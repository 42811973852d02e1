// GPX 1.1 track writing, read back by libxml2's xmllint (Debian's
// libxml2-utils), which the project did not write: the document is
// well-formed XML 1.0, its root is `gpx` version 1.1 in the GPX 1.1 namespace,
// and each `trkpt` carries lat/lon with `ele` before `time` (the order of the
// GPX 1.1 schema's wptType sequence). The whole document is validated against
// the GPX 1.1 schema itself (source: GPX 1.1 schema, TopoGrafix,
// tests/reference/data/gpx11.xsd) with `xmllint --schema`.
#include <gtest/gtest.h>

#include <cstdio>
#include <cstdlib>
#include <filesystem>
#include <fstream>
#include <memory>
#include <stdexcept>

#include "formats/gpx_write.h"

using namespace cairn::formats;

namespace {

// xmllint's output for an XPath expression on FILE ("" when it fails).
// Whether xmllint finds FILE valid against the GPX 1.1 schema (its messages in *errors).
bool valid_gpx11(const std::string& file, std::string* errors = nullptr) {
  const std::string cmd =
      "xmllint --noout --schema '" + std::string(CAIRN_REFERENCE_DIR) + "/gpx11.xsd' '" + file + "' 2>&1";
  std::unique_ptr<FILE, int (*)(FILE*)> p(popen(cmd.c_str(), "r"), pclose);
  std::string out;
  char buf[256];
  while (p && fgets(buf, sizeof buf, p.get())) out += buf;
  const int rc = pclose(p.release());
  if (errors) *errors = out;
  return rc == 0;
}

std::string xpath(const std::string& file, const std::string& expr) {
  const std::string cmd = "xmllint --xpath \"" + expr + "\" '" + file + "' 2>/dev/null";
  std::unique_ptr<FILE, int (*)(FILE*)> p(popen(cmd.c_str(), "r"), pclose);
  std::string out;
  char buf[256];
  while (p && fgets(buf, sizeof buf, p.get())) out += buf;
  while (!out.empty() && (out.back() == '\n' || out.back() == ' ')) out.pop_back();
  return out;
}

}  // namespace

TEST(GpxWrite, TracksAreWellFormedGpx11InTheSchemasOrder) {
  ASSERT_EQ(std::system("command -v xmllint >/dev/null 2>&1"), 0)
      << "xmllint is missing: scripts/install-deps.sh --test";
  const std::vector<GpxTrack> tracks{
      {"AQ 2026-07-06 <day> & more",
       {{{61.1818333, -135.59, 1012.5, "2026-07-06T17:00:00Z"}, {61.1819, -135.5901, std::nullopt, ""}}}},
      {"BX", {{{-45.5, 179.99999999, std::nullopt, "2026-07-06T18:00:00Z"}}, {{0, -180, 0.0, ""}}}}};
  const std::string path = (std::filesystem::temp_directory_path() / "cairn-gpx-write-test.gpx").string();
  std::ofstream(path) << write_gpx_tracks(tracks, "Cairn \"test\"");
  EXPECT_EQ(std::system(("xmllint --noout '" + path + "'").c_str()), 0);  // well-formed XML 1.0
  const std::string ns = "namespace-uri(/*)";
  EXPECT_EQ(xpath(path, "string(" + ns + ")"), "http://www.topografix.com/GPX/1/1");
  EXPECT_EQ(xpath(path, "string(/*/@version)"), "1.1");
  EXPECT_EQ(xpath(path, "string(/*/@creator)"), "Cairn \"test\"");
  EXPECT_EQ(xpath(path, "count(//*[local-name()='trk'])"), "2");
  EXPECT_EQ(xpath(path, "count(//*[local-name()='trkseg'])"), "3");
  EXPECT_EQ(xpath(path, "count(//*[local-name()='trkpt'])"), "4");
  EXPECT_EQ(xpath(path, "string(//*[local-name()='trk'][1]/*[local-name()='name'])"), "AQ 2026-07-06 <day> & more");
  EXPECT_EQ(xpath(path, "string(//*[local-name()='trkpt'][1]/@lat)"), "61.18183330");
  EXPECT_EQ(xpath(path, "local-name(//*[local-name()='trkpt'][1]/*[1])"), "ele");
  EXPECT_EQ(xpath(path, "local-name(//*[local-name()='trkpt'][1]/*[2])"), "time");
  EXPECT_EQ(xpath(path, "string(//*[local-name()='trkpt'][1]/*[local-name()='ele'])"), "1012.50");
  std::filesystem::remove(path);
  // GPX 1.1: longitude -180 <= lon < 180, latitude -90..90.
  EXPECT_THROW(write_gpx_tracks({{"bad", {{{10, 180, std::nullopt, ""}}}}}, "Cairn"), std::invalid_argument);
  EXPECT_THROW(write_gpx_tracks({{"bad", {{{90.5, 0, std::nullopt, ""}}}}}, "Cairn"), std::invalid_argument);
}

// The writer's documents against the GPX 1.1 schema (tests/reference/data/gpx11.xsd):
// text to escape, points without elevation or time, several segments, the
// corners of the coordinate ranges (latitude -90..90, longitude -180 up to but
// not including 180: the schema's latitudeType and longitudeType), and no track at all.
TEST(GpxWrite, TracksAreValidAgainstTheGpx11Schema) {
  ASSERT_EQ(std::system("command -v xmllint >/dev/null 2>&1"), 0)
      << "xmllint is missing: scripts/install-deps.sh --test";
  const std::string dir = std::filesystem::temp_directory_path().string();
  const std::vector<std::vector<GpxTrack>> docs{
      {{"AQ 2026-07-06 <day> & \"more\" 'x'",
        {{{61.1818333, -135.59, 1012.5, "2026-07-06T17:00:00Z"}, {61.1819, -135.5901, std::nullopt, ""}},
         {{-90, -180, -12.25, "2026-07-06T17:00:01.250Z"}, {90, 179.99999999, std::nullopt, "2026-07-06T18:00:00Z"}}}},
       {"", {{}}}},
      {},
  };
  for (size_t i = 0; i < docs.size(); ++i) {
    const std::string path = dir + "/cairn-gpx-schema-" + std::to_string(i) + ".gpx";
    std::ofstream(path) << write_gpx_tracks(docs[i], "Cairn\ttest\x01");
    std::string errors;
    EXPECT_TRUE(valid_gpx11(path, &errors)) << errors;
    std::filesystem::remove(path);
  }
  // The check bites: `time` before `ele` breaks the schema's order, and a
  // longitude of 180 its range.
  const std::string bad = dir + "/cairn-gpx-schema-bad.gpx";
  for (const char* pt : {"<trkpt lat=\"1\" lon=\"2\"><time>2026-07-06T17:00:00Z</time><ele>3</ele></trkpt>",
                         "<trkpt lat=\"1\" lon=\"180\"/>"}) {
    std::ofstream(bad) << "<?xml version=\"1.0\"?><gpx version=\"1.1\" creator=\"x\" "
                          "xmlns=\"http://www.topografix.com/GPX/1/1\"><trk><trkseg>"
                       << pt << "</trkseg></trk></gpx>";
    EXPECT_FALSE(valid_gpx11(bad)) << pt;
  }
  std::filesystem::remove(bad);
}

## Problem requirements
Could you return exactly the lines above from the line with "the document is" to the line with "order of the", both included, and nothing else?

## Response to this exercise
// libxml2-utils), which the project did not write: the document is
// well-formed XML 1.0, its root is `gpx` version 1.1 in the GPX 1.1 namespace,
// and each `trkpt` carries lat/lon with `ele` before `time` (the order of the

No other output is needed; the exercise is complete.